PROBLEM DETAILS :: Find the number of lines containing the string "msps" in the data. Answer with the number by itself.

[RECORDS FOR THIS TASK — start]

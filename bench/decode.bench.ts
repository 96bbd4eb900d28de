// Decoding throughput: 2^20 samples from WAV (float32, pcm16) and CSV, in million samples per second, against
// scipy.io.wavfile.read and numpy.loadtxt on the same files in the same run. Prints figures; asserts nothing.
import { spawnSync } from 'node:child_process';
import { mkdtempSync, readFileSync, rmSync, writeFileSync } from 'node:fs';
import { tmpdir } from 'node:os';
import { join } from 'node:path';
import { decodeCsv, decodeWav, encodeWav } from '../packages/signal/src/decode/index.js';

const N = 2 ** 20;
const FS = 25600;
const work = mkdtempSync(join(tmpdir(), 'kinespec-decode-bench-'));

/** Invented test signal: two machine lines and noise (xorshift32), within ±1 full scale. */
function signal(n: number): Float64Array {
  const x = new Float64Array(n);
  let s = 0x9e3779b9;
  for (let i = 0; i < n; i++) {
    s ^= s << 13;
    s ^= s >>> 17;
    s ^= s << 5;
    const noise = (s >>> 0) / 4294967296 - 0.5;
    x[i] = 0.4 * Math.sin((2 * Math.PI * 29.6 * i) / FS) + 0.2 * Math.sin((2 * Math.PI * 1243.7 * i) / FS) + 0.1 * noise;
  }
  return x;
}

const x = signal(N);
const recording = { sampleRateHz: FS, channels: [{ name: 'DE-H', unit: 'FS', samples: x }], metadata: {} };
const files = {
  float32: join(work, 'float32.wav'),
  pcm16: join(work, 'pcm16.wav'),
  csvTime: join(work, 'time-value.csv'),
  csvSingle: join(work, 'single.csv'),
  csv18e: join(work, 'savetxt-18e.csv'),
};
writeFileSync(files.float32, encodeWav(recording, { format: 'float32' }));
writeFileSync(files.pcm16, encodeWav(recording, { format: 'pcm16' }));
const rows: string[] = new Array(N);
const cells: string[] = new Array(N);
for (let i = 0; i < N; i++) {
  cells[i] = x[i].toFixed(6);
  rows[i] = `${(i / FS).toFixed(7)},${cells[i]}`;
}
writeFileSync(files.csvTime, `time_s,accel [g]\n${rows.join('\n')}\n`);
writeFileSync(files.csvSingle, `accel [g]\n${cells.join('\n')}\n`);
// numpy.savetxt's default format, '%.18e': 19 significant digits, past Clinger's fast path.
for (let i = 0; i < N; i++) rows[i] = `${(i / FS).toExponential(18)},${x[i].toExponential(18)}`;
writeFileSync(files.csv18e, `time_s,accel [g]\n${rows.join('\n')}\n`);

interface Timing {
  bestMs: number;
  medianMs: number;
}

function time(run: () => unknown, repetitions: number): Timing {
  run();
  const ms: number[] = [];
  for (let k = 0; k < repetitions; k++) {
    const t0 = performance.now();
    run();
    ms.push(performance.now() - t0);
  }
  ms.sort((a, b) => a - b);
  return { bestMs: ms[0], medianMs: ms[Math.floor(ms.length / 2)] };
}

const msps = (ms: number) => (N / ms / 1000).toFixed(1);
function line(name: string, t: Timing, reference?: Timing, referenceName?: string): void {
  let text = `${name.padEnd(44)} best ${t.bestMs.toFixed(1).padStart(7)} ms (${msps(t.bestMs).padStart(6)} MS/s)  median ${t.medianMs.toFixed(1).padStart(7)} ms`;
  if (reference) text += `   vs ${referenceName}: x${(reference.bestMs / t.bestMs).toFixed(2)} (best), x${(reference.medianMs / t.medianMs).toFixed(2)} (median)`;
  console.log(text);
}

// Same files, same run: scipy.io.wavfile.read from bytes in memory (with and without the float64 conversion
// our decoder includes) and numpy.loadtxt from the file.
const python = `
import io, json, sys, time
import numpy as np
from scipy.io import wavfile
def t(f, reps):
    f()
    ms = []
    for _ in range(reps):
        t0 = time.perf_counter(); f(); ms.append((time.perf_counter() - t0) * 1000)
    ms.sort()
    return {'bestMs': ms[0], 'medianMs': ms[len(ms) // 2]}
files = json.loads(sys.argv[1])
out = {}
for k in ('float32', 'pcm16'):
    data = open(files[k], 'rb').read()
    out[k] = t(lambda: wavfile.read(io.BytesIO(data)), 7)
    scale = 1.0 if k == 'float32' else 1 / 32768
    out[k + 'F64'] = t(lambda: wavfile.read(io.BytesIO(data))[1].astype(np.float64) * scale, 7)
out['csvTime'] = t(lambda: np.loadtxt(files['csvTime'], delimiter=',', skiprows=1), 3)
out['csvSingle'] = t(lambda: np.loadtxt(files['csvSingle'], skiprows=1), 3)
out['csv18e'] = t(lambda: np.loadtxt(files['csv18e'], delimiter=',', skiprows=1), 3)
print(json.dumps(out))
`;

try {
  const bytes = Object.fromEntries(Object.entries(files).map(([k, f]) => [k, new Uint8Array(readFileSync(f))]));
  console.log(`decode ${N} samples (2^20) at ${FS} Hz, mono; files in ${work}`);
  const ts = {
    float32: time(() => decodeWav(bytes.float32), 9),
    pcm16: time(() => decodeWav(bytes.pcm16), 9),
    csvTime: time(() => decodeCsv(bytes.csvTime), 7),
    csvSingle: time(() => decodeCsv(bytes.csvSingle, { sampleRateHz: FS }), 7),
    csv18e: time(() => decodeCsv(bytes.csv18e), 5),
    freshMemory: time(() => new Float64Array(N).fill(1), 9),
    csvNaive: time(() => {
      const text = new TextDecoder().decode(bytes.csvTime);
      const lines = text.split('\n');
      const out = new Float64Array(lines.length - 2);
      for (let i = 1; i < lines.length - 1; i++) out[i - 1] = Number(lines[i].split(',')[1]);
      return out;
    }, 5),
  };
  const py = spawnSync('python3', ['-c', python, JSON.stringify(files)], { encoding: 'utf8' });
  const ref: Record<string, Timing> | undefined = py.status === 0 ? JSON.parse(py.stdout) : undefined;
  if (!ref) console.log(`(python3 with scipy not available: ${py.error?.message ?? py.stderr.trim().split('\n').pop()})`);
  line('decodeWav float32', ts.float32, ref?.float32, 'scipy.io.wavfile.read');
  if (ref) line('  (scipy read + astype(float64))', ref.float32F64);
  line('decodeWav pcm16 -> float64 FS', ts.pcm16, ref?.pcm16, 'scipy.io.wavfile.read');
  if (ref) line('  (scipy read + astype(float64) / 32768)', ref.pcm16F64, undefined);
  if (ref) console.log(`${''.padEnd(44)} vs scipy read + float64 conversion: float32 x${(ref.float32F64.bestMs / ts.float32.bestMs).toFixed(2)}, pcm16 x${(ref.pcm16F64.bestMs / ts.pcm16.bestMs).toFixed(2)} (best)`);
  line('decodeCsv time_s,value (2^21 numbers)', ts.csvTime, ref?.csvTime, 'numpy.loadtxt');
  line('decodeCsv single column', ts.csvSingle, ref?.csvSingle, 'numpy.loadtxt');
  line("decodeCsv '%.18e' time_s,value", ts.csv18e, ref?.csv18e, 'numpy.loadtxt');
  line('split + Number() baseline (time_s,value)', ts.csvNaive);
  console.log(`${''.padEnd(44)} hand-rolled scanner vs split + Number(): x${(ts.csvNaive.bestMs / ts.csvTime.bestMs).toFixed(2)} (best)`);
  // Where WAV time goes: every decode returns fresh Float64Arrays, and first-touching fresh pages dominates here.
  line('(first touch of a fresh 8 MiB Float64Array)', ts.freshMemory);
} finally {
  rmSync(work, { recursive: true, force: true });
}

[RECORDS FOR THIS TASK — finish]

ANSWER BOX :: 2